[Material for this exercise]
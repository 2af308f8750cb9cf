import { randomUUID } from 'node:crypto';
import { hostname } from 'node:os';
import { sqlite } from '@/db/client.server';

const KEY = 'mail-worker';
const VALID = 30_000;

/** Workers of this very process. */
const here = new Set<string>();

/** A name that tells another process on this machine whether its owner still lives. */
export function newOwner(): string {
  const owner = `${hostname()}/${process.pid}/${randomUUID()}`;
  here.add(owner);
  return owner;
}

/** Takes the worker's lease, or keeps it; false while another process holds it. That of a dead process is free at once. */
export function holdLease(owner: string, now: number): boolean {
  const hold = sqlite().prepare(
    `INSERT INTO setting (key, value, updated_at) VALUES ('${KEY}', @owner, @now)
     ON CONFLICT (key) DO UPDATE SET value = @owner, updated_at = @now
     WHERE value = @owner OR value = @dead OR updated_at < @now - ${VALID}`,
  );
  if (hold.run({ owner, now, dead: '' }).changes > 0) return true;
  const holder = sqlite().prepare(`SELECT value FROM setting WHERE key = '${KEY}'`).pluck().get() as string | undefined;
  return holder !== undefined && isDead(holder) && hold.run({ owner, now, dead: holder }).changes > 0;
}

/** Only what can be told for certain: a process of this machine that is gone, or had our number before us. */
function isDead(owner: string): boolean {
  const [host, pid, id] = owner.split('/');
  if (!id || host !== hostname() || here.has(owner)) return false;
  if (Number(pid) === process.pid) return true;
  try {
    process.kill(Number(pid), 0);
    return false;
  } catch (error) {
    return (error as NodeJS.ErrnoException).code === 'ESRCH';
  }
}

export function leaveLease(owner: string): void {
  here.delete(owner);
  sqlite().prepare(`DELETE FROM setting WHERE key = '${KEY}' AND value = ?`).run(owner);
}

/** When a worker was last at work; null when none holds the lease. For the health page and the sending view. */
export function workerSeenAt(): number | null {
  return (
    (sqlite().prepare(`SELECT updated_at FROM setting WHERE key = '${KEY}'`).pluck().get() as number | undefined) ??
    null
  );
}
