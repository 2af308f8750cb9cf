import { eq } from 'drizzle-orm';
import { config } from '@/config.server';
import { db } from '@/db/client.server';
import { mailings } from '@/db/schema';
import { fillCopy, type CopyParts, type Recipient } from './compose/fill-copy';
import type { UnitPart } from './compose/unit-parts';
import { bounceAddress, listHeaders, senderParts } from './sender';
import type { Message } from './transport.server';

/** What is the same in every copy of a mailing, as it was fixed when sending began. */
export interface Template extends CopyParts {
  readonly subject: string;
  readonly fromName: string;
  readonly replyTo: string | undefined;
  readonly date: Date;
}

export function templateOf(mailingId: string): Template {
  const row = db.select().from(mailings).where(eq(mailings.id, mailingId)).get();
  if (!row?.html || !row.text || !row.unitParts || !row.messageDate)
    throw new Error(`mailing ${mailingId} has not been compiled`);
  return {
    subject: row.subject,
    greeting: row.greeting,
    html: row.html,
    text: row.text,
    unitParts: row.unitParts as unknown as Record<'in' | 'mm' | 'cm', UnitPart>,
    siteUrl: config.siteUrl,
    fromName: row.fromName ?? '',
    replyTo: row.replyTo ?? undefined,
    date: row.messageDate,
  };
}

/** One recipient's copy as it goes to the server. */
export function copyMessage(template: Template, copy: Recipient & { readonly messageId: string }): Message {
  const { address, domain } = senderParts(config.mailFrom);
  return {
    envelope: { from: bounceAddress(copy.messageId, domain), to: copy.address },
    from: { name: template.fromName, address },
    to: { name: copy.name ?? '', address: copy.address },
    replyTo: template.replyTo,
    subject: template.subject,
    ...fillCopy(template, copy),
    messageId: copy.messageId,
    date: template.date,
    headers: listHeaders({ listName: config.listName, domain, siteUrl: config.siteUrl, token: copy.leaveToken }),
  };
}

--

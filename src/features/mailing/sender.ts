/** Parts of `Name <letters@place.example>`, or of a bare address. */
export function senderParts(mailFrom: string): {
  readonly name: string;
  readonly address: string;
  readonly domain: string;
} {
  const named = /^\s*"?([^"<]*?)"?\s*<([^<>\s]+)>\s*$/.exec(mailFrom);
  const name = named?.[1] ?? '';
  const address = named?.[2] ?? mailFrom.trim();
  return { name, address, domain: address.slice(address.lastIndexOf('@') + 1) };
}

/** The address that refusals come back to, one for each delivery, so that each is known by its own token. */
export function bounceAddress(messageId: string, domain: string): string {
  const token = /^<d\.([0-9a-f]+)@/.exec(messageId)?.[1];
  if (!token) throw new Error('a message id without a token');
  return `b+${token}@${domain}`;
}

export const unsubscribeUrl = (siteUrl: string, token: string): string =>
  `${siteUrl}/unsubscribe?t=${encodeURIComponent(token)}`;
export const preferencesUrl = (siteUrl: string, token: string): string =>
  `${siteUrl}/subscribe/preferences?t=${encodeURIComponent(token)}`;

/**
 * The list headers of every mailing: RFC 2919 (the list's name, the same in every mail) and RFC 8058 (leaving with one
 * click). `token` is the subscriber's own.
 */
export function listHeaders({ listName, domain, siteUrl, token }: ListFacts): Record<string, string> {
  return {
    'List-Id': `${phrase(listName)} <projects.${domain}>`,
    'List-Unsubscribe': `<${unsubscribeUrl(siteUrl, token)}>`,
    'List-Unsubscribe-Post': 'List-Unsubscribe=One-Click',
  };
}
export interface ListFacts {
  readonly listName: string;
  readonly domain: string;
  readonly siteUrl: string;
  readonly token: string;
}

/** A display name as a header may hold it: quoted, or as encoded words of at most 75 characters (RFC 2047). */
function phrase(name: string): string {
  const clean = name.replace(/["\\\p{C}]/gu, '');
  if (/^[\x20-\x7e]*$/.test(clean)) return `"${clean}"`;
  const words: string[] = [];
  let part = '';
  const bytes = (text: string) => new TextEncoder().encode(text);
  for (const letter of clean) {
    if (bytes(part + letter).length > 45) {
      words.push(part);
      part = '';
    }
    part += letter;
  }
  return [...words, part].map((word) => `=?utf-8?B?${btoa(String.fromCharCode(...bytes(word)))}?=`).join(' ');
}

[Task details] In the records above, locate each line with the word "unitParts". Copy all such lines.

[Solved problem]
  if (!row?.html || !row.text || !row.unitParts || !row.messageDate)
    unitParts: row.unitParts as unknown as Record<'in' | 'mm' | 'cm', UnitPart>,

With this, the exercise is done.